How to calculate that integral? I have no idea what substitution to use. I think polar coordinates will be needed here.
$$\displaystyle \int_{-\infty}^{\infty} \int_{-\infty}^{\infty}{ {{1}\over{2\pi}} e^{{{-1}\over{2}}(4x^2-2xy+3y^2)} ~\mathrm dx \mathrm dy}$$
On
You can even do it with $(x,y)$. Complete the square first
$$\int{ \frac{1}{2\pi}} e^{{{-1}\over{2}}(4x^2-2xy+3y^2)} dx=\frac{e^{-\frac{11 y^2}{8}} \text{erf}\left(\frac{4 x-y}{2 \sqrt{2}}\right)}{4 \sqrt{2 \pi }}$$ $$\int_{-\infty}^\infty{ \frac{1}{2\pi}} e^{{{-1}\over{2}}(4x^2-2xy+3y^2)} dx=\frac{e^{-\frac{11 y^2}{8}}}{2 \sqrt{2 \pi }}$$ $$\int \frac{e^{-\frac{11 y^2}{8}}}{2 \sqrt{2 \pi }}\,dy=\frac{\text{erf}\left(\frac{1}{2} \sqrt{\frac{11}{2}} y\right)}{2 \sqrt{11}}$$ $$\int_{-\infty}^\infty \frac{e^{-\frac{11 y^2}{8}}}{2 \sqrt{2 \pi }}\,dy=\frac{1}{\sqrt{11}}$$
In fact, for the most general case $$I=\int_{-\infty}^{\infty} \int_{-\infty}^{\infty}\frac 1{2\pi} e^{-(ax^2+bxy+by^2)}\,dx\,dy=\frac{1}{\sqrt{4 a c-b^2}}$$ if $$\Re(a)>0\land \Re\left(\frac{b^2}{a}\right)<4 \Re(c)$$
Hint
First prove that your integral converges.

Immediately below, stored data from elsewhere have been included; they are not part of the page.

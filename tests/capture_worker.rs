//! The capture worker without any audio device: recordings replayed,
//! synthetic taps, and a scripted "device" that fails in the ways real ones
//! do. Nothing here measures speed; waits have generous limits only so a
//! hang fails instead of blocking the suite.

use std::sync::mpsc::RecvTimeoutError;
use std::time::{Duration, Instant};

use tapwright::analysis::synth::SynthMode;
use tapwright::analysis::{
    analyze_recording, AnalysisSettings, RejectReason, Tap, TriggerSettings,
};
use tapwright::audio::{
    AudioError, CaptureEvent, CaptureHandle, CaptureSettings, Direction, OpenSource, Pacing,
    SampleGenerator, SampleSource, SourceChoice, SourceRead, SyntheticGenerator, SyntheticStrike,
    SyntheticTaps,
};

/// Longest any test waits for one event before calling it a hang.
const HANG_LIMIT: Duration = Duration::from_secs(30);

fn plate_modes() -> Vec<SynthMode> {
    vec![
        SynthMode::new(172.0, 45.0, 0.10),
        SynthMode::new(341.0, 60.0, 0.16),
        SynthMode::new(515.0, 50.0, 0.06),
    ]
}

fn taps_at(
    strikes: &[(f64, f64)],
    length_s: Option<f64>,
    repeat_every_s: Option<f64>,
) -> SyntheticTaps {
    SyntheticTaps {
        sample_rate_hz: 48_000,
        modes: plate_modes(),
        strikes: strikes
            .iter()
            .map(|&(at_s, strength)| SyntheticStrike { at_s, strength })
            .collect(),
        repeat_every_s,
        length_s,
        noise_rms: 3e-4,
        seed: 11,
    }
}

/// Collects events until `done` says so, the source ends, or a hang.
fn collect_until(
    handle: &CaptureHandle,
    mut done: impl FnMut(&[CaptureEvent]) -> bool,
) -> Vec<CaptureEvent> {
    let mut events = Vec::new();
    loop {
        match handle.events().recv_timeout(HANG_LIMIT) {
            Ok(event) => {
                let ended = matches!(event, CaptureEvent::SourceEnded);
                events.push(event);
                if ended || done(&events) {
                    return events;
                }
            }
            Err(RecvTimeoutError::Timeout) => {
                panic!("no event for {HANG_LIMIT:?}; so far: {}", summary(&events))
            }
            Err(RecvTimeoutError::Disconnected) => return events,
        }
    }
}

fn summary(events: &[CaptureEvent]) -> String {
    events
        .iter()
        .filter(|e| !matches!(e, CaptureEvent::Level(_)))
        .map(|e| match e {
            CaptureEvent::SourceStarted { .. } => "started".to_owned(),
            CaptureEvent::TapStarted { index, .. } => format!("tap{index}…"),
            CaptureEvent::Tap(Tap {
                index,
                rejected: None,
                ..
            }) => format!("tap{index} ok"),
            CaptureEvent::Tap(Tap {
                index,
                rejected: Some(reason),
                ..
            }) => format!("tap{index} {reason}"),
            CaptureEvent::Overrun {
                dropped_samples_total,
            } => format!("overrun {dropped_samples_total}"),
            CaptureEvent::DeviceLost { message } => format!("lost: {message}"),
            CaptureEvent::Retrying { attempt, .. } => format!("retry {attempt}"),
            CaptureEvent::Status { message } => format!("status: {message}"),
            CaptureEvent::SourceEnded => "ended".to_owned(),
            CaptureEvent::Level(_) => String::new(),
        })
        .collect::<Vec<_>>()
        .join(", ")
}

/// (index, rejected reason) of each finished tap, in arrival order.
fn tap_outcomes(events: &[CaptureEvent]) -> Vec<(usize, Option<RejectReason>)> {
    events
        .iter()
        .filter_map(|e| match e {
            CaptureEvent::Tap(Tap {
                index, rejected, ..
            }) => Some((*index, *rejected)),
            _ => None,
        })
        .collect()
}

/// Every tap event carries the next number, and each strike's
/// `TapStarted` comes before its finished tap (too-quiet taps have none).
fn assert_tap_order(events: &[CaptureEvent]) {
    let mut expected = 1;
    let mut started: Option<usize> = None;
    for event in events {
        match event {
            CaptureEvent::TapStarted { index, .. } => {
                assert_eq!(
                    *index,
                    expected,
                    "TapStarted out of order: {}",
                    summary(events)
                );
                assert!(
                    started.is_none(),
                    "two TapStarted in a row: {}",
                    summary(events)
                );
                started = Some(*index);
            }
            CaptureEvent::Tap(Tap { index, .. }) => {
                assert_eq!(*index, expected, "tap out of order: {}", summary(events));
                let quiet = matches!(
                    event,
                    CaptureEvent::Tap(Tap {
                        rejected: Some(RejectReason::TooQuiet),
                        ..
                    })
                );
                assert!(
                    quiet || started == Some(*index),
                    "tap {index} without TapStarted: {}",
                    summary(events)
                );
                started = None;
                expected += 1;
            }
            _ => {}
        }
    }
}
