//! Finding taps in a stream of samples.
//!
//! [`TapTrigger`] is a streaming state machine (armed → recording →
//! settling → armed) fed with any number of samples at a time; the capture
//! worker feeds it live input and [`find_taps`] feeds it a whole recording,
//! so a file and the microphone are judged by the same rules:
//!
//! - envelope: RMS over blocks of about 1 ms;
//! - noise floor: running median of the block levels over about 1 s, updated
//!   only while armed, first given after 100 ms, never learned from digital
//!   silence (`trigger_levels`);
//! - trigger when a block rises `margin_db` above the floor; the strike is
//!   put where its rise leaves the noise (a change point, sample-accurate,
//!   so a slow rise is not placed late); the record keeps `pre_trigger_ms`
//!   before that block and runs `record_ms` after the strike; a block
//!   louder by the margin within the first 5 ms starts the record again
//!   there (what fired the trigger was the strike's precursor);
//! - before anything else, a DC blocker (two first-order high-pass stages at
//!   5 Hz, started on the first sample) takes out any constant or drifting
//!   offset of the input, so records, levels and the analysis see only
//!   sound; clipping is judged on the raw input, where the converter
//!   clipped;
//! - reject, with the reason: clipped (two or more consecutive samples at
//!   ≥ 99 % of full scale), double strike (sound that the decay so far does
//!   not foretell arrives during the record; see `onset`: a beating pair
//!   rises and falls but stays foretold, a second strike does not), too
//!   quiet (a rise that clears half the margin but never the margin, and
//!   no strike within the 10 ms after it: a pre-echo belongs to its strike), too
//!   short (the record ends before `min_record_ms`, or the ringing dies
//!   within `min_ring_ms`);
//! - re-arm only after `refractory_ms` and once the envelope is back within
//!   `settle_db` of the floor (or a new strike clearly starts).

use std::collections::VecDeque;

Then $$\frac{1}{2\pi}\iint_{\mathbb R^2}e^{-\frac{1}{2}(4x^2-2xy+3y^2)}\,\mathrm d x\,\mathrm d y=\lim_{n\to \infty }\iint_{\mathcal B(0,n)}e^{-\frac{1}{2}(4x^2-2xy+3y^2)}\,\mathrm d x\,\mathrm d y,$$ where $\mathcal B(0,n)=\{(x,y)\mid x^2+y^2\leq n\}$. Using polar coordinates allow you to conclude.